Executing this process will generate a jsonl file named 'top_k_sequences.jsonl', containing 10,000 documents. For optimal performance, it is recommended to use uncompressed jsonl files stored on local file storage for all data paths, and to utilize as many CPU cores as possible. You can provide custom functions for reading the data paths and extracting the text field from each example using the {source,target}_load_dataset_fn and {source,target}_parse_example_fn parameters in the constructor.

Examples

HuggingFace datasets can also be used in either source_dataset or target_dataset. However, please note that streaming a large raw dataset directly may result in slow performance; this approach is better suited for target datasets:

from zip_fit import ZIPFIT
from datasets import load_dataset

source_dataset = f'/path/to/source.jsonl'
target_dataset = 'openai/openai_humaneval'

# Define the function to load the target dataset
def target_load_dataset_fn(dataset):
    ds = load_dataset(dataset, split='test', trust_remote_code=True)
    return ds

# Define the function to parse examples from the target dataset
def target_parse_example_fn(ex):
    text = f"Problem description: {ex['prompt']} \nCanonical solution: {ex['canonical_solution']}"
    return text

# Create an instance of ZIPFIT
zip_fit_instance = ZIPFIT(
    source_dataset=source_dataset,
    target_dataset=target_dataset,
    target_load_fn=target_load_dataset_fn,
    target_parse_fn=target_parse_example_fn,
    k=100000,  
    output_file="top_k_sequences.jsonl",
    compression_algorithm='gzip'  # Change to 'lz4' if desired
)

# Run the ZIPFIT process
zip_fit_instance.run()

You can specify different compression algorithms.

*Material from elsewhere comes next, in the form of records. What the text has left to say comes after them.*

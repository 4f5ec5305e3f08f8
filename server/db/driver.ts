import type { DataSource, EntityManager, QueryRunner } from 'typeorm';

/**
 * Which database the server runs on, and the few places where SQL differs between them.
 *
 * The database is named by one string, the "database address": a file path for SQLite (the
 * embedded default, DATABASE_PATH) or a `postgres://` URL (DATABASE_URL). Worker threads and
 * processes are handed the same string and open their own connection to it.
 *
 * Raw SQL in the server is written once with `?` placeholders and double-quoted identifiers;
 * `rawQuery` numbers the placeholders (`$1`, `$2`, …) for PostgreSQL. Anything else that differs
 * (a JSON field, a case-insensitive match, the larger of two numbers) is chosen with `isPostgres`.
 */

export type DatabaseKind = 'sqlite' | 'postgres';

/** True for a `postgres://` or `postgresql://` URL. */
export function isPostgresAddress(address: string): boolean {
  return /^postgres(ql)?:\/\//i.test(address);
}

type Source = DataSource | EntityManager | QueryRunner;

function dataSourceOf(source: Source): DataSource {
  return 'connection' in source && source.connection ? source.connection : (source as DataSource);
}

export function databaseKind(source: Source): DatabaseKind {
  return dataSourceOf(source).options.type === 'postgres' ? 'postgres' : 'sqlite';
}

export function isPostgres(source: Source): boolean {
  return databaseKind(source) === 'postgres';
}

/** `?` placeholders as `$1`, `$2`, … (outside quoted strings and identifiers). */
export function numberedPlaceholders(sql: string): string {
  let out = '';
  let n = 0;
  let quote: string | null = null;
  for (const character of sql) {
    if (quote) {
      if (character === quote) quote = null;
      out += character;
    } else if (character === "'" || character === '"') {
      quote = character;
      out += character;
    } else if (character === '?') {
      n += 1;
      out += `$${n}`;
    } else {
      out += character;
    }
  }
  return out;
}

/** A raw query written with `?` placeholders, on either database. */
export function rawQuery<T>(source: DataSource | EntityManager, sql: string, parameters: unknown[] = []): Promise<T[]> {
  return source.query(isPostgres(source) ? numberedPlaceholders(sql) : sql, parameters) as Promise<T[]>;
}

/** A number read by a raw query: PostgreSQL returns COUNT(*) and other bigints as strings. */
export function numberOf(value: unknown): number {
  return typeof value === 'number' ? value : Number(value);
}

/** SQL for a JSON text column's numeric field (`headline` → deltaGini). */
export function jsonNumberSql(source: Source, column: string, field: string): string {
  return isPostgres(source) ? `((${column})::json ->> '${field}')::double precision` : `json_extract(${column}, '$.${field}')`;
}

/** The case-insensitive LIKE (SQLite's LIKE already is, for ASCII letters). */
export function likeSql(source: Source): string {
  return isPostgres(source) ? 'ILIKE' : 'LIKE';
}

/** The larger of two numbers in SQL. */
export function greatestSql(source: Source, a: string, b: string): string {
  return isPostgres(source) ? `GREATEST(${a}, ${b})` : `MAX(${a}, ${b})`;
}
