def prepare(spec: CampaignSpec) -> CampaignData:
    """Validate a :class:`CampaignSpec` and build its :class:`CampaignData` (splits, sizes, d, s, fingerprint).

    Raises
    ------
    ValueError
        With what is wrong, what is allowed, what was received and the fix: no data, sizes larger than
        the rows left after the test split, fewer than 2 sizes, ``repeats < 1``, duplicate learner names,
        an unknown learner kind, bad fractions.
    """
    from manireg.geometry.neighbors import data_fingerprint

    owner = "CampaignSpec"
    if not isinstance(spec, CampaignSpec):
        raise ValueError(f"expected a CampaignSpec; got {type(spec).__name__}. Build one with CampaignSpec(X=..., y=...).")
    noise_variance = None
    d, s, d_source = spec.dimension, spec.smoothness, spec.dimension_source or "given"
    task = spec.task
    if task not in TASKS:
        raise ValueError(f"the 'task' parameter of {owner} must be one of {list(TASKS)}; got {task!r}.")
    bayes = spec.bayes_proba
    if spec.generator is not None:
        if spec.X is not None:
            raise ValueError(f"{owner}: give either X/y or generator, not both.")
        sample = _generate(spec.generator, task)
        if task == "classify":
            X, y, f_clean, bayes = sample.X, sample.y, None, sample.bayes_proba
        else:
            X, y, f_clean = sample.X, sample.y, sample.f_clean
            noise_variance = float(sample.noise_variance)
        d = float(sample.dimension) if d is None else d
        s = float(sample.smoothness) if s is None else s
        d_source = "generator" if spec.dimension is None else d_source
    else:
        lazy_target = spec.y is None and hasattr(spec.X, "rows") and getattr(spec.X, "target_name", None) is not None
        if spec.X is None or (spec.y is None and not lazy_target):
            raise ValueError(f"{owner}: no data; pass X and y (arrays), or generator={{'manifold': ...}}.")
        X, y, f_clean = spec.X, (spec.X.target() if lazy_target else spec.y), spec.f_clean
    on_disk = hasattr(X, "rows") and hasattr(X, "chunks")
    if on_disk:
        if X.shape[0] < 2 * MIN_SIZE:
            raise ValueError(f"{owner}: X has {X.shape[0]} row(s); at least {2 * MIN_SIZE} are needed. Pass more samples.")
        x_print = X.fingerprint()  # one pass over the file: also the NaN/inf check, chunk by chunk
    else:
        X = check_points(X, owner=owner, min_samples=2 * MIN_SIZE)
        x_print = None
    classes = None
    if task == "classify":
        from manireg.data.labels import encode_labels

        codes, classes = encode_labels(y, name="y", owner=owner)
        if len(codes) != X.shape[0]:
            raise ValueError(f"{owner}: y has {len(codes)} labels but X has {X.shape[0]} rows; they must match.")
        if len(classes) < 2:
            raise ValueError(
                f"{owner}: task 'classify' needs at least 2 classes; y holds one ({classes[0]!r}). "
                "Check the target column."
            )
        y = codes.astype(np.float64)
        if bayes is not None:
            bayes = np.asarray(bayes, dtype=np.float64)
            if bayes.shape != (X.shape[0], len(classes)) or not np.all(np.isfinite(bayes)) or \
                    np.abs(bayes.sum(axis=1) - 1.0).max() > 1e-6 or bayes.min() < 0:
                raise ValueError(
                    f"the 'bayes_proba' parameter of {owner} must be an ({X.shape[0]}, {len(classes)}) array of "
                    f"class probabilities (rows >= 0 summing to 1, columns in class order); got shape {bayes.shape}."
                )
    elif bayes is not None:
        raise ValueError(f"the 'bayes_proba' parameter of {owner} applies to task='classify' only; got task={task!r}.")
    y = check_target(y, X.shape[0], owner=owner)
    if f_clean is not None:
        f_clean = check_target(f_clean, X.shape[0], name="f_clean", owner=owner)
    N, D = X.shape
    repeats = check_int(spec.repeats, "repeats", owner=owner, low=1)
    seed = check_int(spec.seed, "seed", owner=owner, low=0)
    validation_fraction = check_float(spec.validation_fraction, "validation_fraction", owner=owner, low=0.0, high=0.5,
                               low_open=True)
    test_size, sizes = check_sizes(spec.sizes, N, test_fraction=spec.test_fraction, test_size=spec.test_size,
                                   owner=owner)
    default = "net_classifier" if task == "classify" else "net"
    learners = [LearnerSpec(default)] if spec.learners is None else [LearnerSpec.coerce(l) for l in spec.learners]
    if not learners:
        raise ValueError(f"the 'learners' parameter of {owner} is empty; pass at least one learner, e.g. ['net'].")
    from manireg.curves.learners import LEARNER_KINDS

    wrong = [l.name for l in learners if getattr(LEARNER_KINDS[l.kind], "task", "regress") != task]
    if wrong:
        fits = sorted(k for k, c in LEARNER_KINDS.items() if getattr(c, "task", "regress") == task)
        raise ValueError(
            f"the 'learners' parameter of {owner} has learner(s) {wrong} that do not do task {task!r}; "
            f"learners for {task!r}: {fits}."
        )
    if task == "classify":
        counts = np.bincount(y.astype(np.int64), minlength=len(classes))
        rare = [(classes[i], int(c)) for i, c in enumerate(counts) if c < sizes[0]]
        if rare:
            cls, cnt = rare[0]
            raise ValueError(
                f"{owner}: class {cls!r} has {cnt} rows, fewer than the smallest size {sizes[0]}"
                f"{f' ({len(rare)} such classes)' if len(rare) > 1 else ''}; every class needs at least as many rows "
                "as the smallest training size. Merge or drop rare classes, or start the sizes lower."
            )
    names = [l.name for l in learners]
    dup = sorted({n for n in names if names.count(n) > 1})
    if dup:
        raise ValueError(
            f"the 'learners' parameter of {owner} has duplicate name(s) {dup}; each learner needs its own name, "
            "e.g. LearnerSpec('net', name='net-lr1e-3', params={'learning_rate': 1e-3})."
        )
    if d is None and on_disk:
        from manireg.geometry.ondisk import describe_geometry_on_disk

        d = float(describe_geometry_on_disk(X, charts=False, seed=seed).consensus)
        d_source = "estimated (query subsample of the file)"
    elif d is None:
        from manireg.geometry.dimension import estimate_dimension

        d = float(estimate_dimension(X).consensus)
        d_source = "estimated"
    d = check_float(d, "dimension", owner=owner, low=1.0, high=float(D))
    s = 1.0 if s is None else check_float(s, "smoothness", owner=owner, low=0.0, low_open=True)
    name = spec.name
    if not isinstance(name, str) or not name:
        raise ValueError(f"the 'name' parameter of {owner} must be a non-empty str; got {name!r}.")
    parts = [y] + ([] if f_clean is None else [f_clean]) + ([] if bayes is None else [bayes])
    x_print = x_print or data_fingerprint(X)  # equal for the same values on disk and in memory
    fingerprint = hashlib.sha256((x_print + "".join(data_fingerprint(a) for a in parts)).encode()).hexdigest()[:32]
    perm = np.random.default_rng(_seed_int(seed, 0)).permutation(N)
    return CampaignData(X=X, y=y, f_clean=f_clean, test_idx=np.sort(perm[:test_size]), pool_idx=perm[test_size:],
                     sizes=sizes, repeats=repeats, learners=learners, seed=seed, validation_fraction=validation_fraction,
                     dimension=d, smoothness=s, ambient_dim=D, fingerprint=fingerprint, name=name,
                     noise_variance=noise_variance, dimension_source=d_source, task=task, classes=classes,
                     bayes_proba=bayes)
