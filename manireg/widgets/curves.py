"""CurvePanel: run, pause and resume a learning-curve campaign; fit its exponent; plan samples.

The sweep runs in a background thread through :meth:`manireg.curves.Campaign.run` (with its ``stop`` flag and
``on_unit`` callback), so the kernel stays free. Pause sets the stop flag, which is read between units; the
store keeps every finished cell, so resume is "run again": finished cells are skipped, and the status line says
how many were found and how many remain (:meth:`~manireg.curves.Campaign.progress`). After each unit the rows
are reloaded, the progress bar moves (cells finished of the total) and the curves are refitted and redrawn.

The floor offers the choices of :mod:`manireg.curves.floors` (none, fitted, the campaign's noise-variance
estimate, a value; default: fitted, as floors.DEFAULT_FLOOR) and goes through :func:`~manireg.curves.floors.choose_floor` with the
campaign's own noise estimate, so with its default controls the panel shows what ``CampaignResult.fit`` and the
command line give for the same rows.

Controls -> :func:`manireg.curves.fitting.fit_exponent` (fit range, floor, error column) ->
:func:`manireg.plots.curves.plot_learning_curves` and :func:`~manireg.plots.curves.plot_local_slopes`;
target error -> :func:`manireg.curves.planning.plan_samples`.

Every learner's exponent, interval and verdict are listed in one table; with d and s known the core read-out
(:func:`manireg.curves.readout.read_out`) of the selected learner is shown field by field through
:func:`readout_rows`, so a text field added to :class:`~manireg.curves.readout.ReadOut` appears without a panel
change.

The ZIP-FIT paper uses gzip, however other compression algorithms like lz4 are faster.

Dev Install: ZIP-FIT + PyPantograph + Mathlib4 + Lean Setup

Below are comprehensive instructions for setting up everything in a conda environment named zip_fit, ensuring that:

  • Lean is installed (via elan),
  • PyPantograph is installed (via Poetry) and matches the same Lean version,
  • Mathlib4 is checked out at the corresponding Lean version,
  • ZIP-FIT and optional vLLM are also installed, all in one place.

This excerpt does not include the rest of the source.